Saved entries:
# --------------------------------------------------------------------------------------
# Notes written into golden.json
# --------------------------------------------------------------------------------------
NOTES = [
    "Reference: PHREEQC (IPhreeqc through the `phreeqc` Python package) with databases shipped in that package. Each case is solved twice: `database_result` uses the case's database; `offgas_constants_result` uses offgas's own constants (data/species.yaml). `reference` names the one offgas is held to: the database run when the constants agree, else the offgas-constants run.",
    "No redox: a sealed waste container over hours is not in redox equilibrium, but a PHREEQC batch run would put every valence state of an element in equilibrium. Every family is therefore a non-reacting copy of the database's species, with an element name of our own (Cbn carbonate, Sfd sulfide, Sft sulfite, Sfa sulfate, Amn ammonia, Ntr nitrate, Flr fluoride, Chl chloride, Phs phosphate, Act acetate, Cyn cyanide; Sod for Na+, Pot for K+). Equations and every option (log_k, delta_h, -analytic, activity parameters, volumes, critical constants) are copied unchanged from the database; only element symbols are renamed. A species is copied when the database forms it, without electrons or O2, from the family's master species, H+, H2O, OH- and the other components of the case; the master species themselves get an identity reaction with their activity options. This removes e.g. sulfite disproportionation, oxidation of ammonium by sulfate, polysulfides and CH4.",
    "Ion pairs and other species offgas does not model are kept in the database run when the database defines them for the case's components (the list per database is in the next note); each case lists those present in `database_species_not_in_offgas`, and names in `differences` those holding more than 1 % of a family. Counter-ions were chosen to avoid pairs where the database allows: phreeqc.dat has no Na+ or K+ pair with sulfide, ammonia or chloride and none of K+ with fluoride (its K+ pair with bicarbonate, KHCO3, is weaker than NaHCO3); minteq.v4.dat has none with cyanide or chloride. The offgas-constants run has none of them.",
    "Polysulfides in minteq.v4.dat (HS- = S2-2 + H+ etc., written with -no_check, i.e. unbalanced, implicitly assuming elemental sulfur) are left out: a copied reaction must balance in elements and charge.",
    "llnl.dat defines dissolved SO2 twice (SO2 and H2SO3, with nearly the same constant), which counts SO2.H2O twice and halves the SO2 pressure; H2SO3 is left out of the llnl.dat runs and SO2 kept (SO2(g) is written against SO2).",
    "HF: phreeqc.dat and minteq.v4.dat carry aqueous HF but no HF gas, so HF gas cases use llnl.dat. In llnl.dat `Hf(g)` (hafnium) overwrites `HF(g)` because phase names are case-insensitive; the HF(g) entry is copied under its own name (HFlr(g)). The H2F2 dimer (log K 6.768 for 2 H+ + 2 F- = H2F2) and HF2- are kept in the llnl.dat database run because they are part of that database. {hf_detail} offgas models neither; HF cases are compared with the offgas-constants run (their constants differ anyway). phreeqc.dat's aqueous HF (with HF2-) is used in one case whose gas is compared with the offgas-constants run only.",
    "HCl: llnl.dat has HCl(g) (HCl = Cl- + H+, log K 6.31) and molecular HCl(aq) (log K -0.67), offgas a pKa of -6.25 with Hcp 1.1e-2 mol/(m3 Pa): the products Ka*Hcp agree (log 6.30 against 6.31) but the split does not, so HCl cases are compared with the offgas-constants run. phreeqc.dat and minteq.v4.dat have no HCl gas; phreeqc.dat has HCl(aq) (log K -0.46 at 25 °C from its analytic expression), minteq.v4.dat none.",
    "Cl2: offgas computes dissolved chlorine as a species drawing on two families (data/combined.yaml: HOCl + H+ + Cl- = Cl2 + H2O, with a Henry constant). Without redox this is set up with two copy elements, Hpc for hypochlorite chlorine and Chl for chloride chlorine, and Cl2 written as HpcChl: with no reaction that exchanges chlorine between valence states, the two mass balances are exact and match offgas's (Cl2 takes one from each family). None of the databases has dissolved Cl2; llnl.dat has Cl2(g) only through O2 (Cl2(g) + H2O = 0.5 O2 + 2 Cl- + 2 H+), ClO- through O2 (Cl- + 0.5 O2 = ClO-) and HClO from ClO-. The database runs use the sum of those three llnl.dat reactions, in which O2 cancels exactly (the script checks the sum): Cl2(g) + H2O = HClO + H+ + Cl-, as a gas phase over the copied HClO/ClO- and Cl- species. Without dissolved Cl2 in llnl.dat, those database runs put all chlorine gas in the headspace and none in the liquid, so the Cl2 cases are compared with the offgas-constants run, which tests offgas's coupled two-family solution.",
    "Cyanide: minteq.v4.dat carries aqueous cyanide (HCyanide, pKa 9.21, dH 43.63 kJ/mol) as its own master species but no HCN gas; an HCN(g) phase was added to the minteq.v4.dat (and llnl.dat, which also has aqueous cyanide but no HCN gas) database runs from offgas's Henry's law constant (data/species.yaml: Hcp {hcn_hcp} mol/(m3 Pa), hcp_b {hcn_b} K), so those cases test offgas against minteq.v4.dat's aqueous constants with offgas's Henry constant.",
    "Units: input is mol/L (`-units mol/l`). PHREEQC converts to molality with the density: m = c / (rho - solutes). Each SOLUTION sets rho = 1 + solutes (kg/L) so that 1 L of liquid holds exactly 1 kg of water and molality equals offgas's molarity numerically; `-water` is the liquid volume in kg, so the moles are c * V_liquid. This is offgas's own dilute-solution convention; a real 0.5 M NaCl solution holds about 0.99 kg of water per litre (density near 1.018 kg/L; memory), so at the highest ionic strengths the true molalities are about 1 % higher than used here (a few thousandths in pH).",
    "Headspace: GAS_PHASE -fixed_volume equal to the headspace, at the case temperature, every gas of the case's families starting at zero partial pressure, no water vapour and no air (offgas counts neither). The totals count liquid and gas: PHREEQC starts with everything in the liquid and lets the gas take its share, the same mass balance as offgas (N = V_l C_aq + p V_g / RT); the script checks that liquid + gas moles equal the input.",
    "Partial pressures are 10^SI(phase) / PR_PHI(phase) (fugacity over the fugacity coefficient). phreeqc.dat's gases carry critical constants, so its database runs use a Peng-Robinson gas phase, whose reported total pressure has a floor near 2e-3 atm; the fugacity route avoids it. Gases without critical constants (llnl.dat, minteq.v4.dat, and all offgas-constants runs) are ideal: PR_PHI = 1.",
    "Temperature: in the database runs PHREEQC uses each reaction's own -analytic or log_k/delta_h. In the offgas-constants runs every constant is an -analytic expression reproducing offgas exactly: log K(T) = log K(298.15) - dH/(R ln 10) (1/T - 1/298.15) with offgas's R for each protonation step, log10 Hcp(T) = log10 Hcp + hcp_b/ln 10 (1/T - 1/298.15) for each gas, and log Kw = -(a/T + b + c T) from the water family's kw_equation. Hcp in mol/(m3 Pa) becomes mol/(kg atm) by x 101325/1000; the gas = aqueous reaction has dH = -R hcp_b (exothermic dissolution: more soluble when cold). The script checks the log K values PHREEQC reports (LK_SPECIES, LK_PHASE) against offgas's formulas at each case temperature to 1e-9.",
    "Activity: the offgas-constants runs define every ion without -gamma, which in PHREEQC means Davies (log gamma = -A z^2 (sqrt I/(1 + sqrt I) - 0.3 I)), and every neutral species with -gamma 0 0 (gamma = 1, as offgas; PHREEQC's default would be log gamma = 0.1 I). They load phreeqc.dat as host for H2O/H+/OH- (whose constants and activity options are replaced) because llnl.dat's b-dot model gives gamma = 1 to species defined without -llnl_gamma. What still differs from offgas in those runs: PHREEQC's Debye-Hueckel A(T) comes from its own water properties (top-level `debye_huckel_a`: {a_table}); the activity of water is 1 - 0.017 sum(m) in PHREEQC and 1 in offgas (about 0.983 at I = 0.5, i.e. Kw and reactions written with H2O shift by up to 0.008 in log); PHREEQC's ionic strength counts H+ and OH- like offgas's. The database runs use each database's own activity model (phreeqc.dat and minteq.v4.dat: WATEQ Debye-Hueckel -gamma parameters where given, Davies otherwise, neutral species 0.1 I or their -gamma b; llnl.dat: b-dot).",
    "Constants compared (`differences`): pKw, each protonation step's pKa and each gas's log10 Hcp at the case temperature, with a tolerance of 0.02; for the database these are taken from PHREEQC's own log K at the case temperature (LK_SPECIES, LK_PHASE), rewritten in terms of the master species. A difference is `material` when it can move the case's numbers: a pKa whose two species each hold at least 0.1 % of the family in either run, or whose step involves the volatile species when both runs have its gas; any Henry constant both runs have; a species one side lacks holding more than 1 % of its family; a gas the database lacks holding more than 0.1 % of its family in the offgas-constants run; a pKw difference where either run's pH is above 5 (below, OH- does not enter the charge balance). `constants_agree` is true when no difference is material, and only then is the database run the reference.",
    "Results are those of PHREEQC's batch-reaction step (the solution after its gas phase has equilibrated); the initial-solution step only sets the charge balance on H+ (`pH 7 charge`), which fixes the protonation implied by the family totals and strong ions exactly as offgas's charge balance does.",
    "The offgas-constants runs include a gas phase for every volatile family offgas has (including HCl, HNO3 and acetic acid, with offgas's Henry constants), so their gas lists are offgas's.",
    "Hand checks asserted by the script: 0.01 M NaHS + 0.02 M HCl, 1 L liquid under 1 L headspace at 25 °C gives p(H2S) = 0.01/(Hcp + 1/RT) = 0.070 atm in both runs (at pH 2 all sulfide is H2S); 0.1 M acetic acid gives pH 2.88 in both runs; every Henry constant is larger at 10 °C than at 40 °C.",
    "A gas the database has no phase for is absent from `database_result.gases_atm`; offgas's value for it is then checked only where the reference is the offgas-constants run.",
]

* **WORK TO COMPLETE**:
Supply only the number of lines above in which "twice" occurs.

* **EXERCISE ANSWER**:
2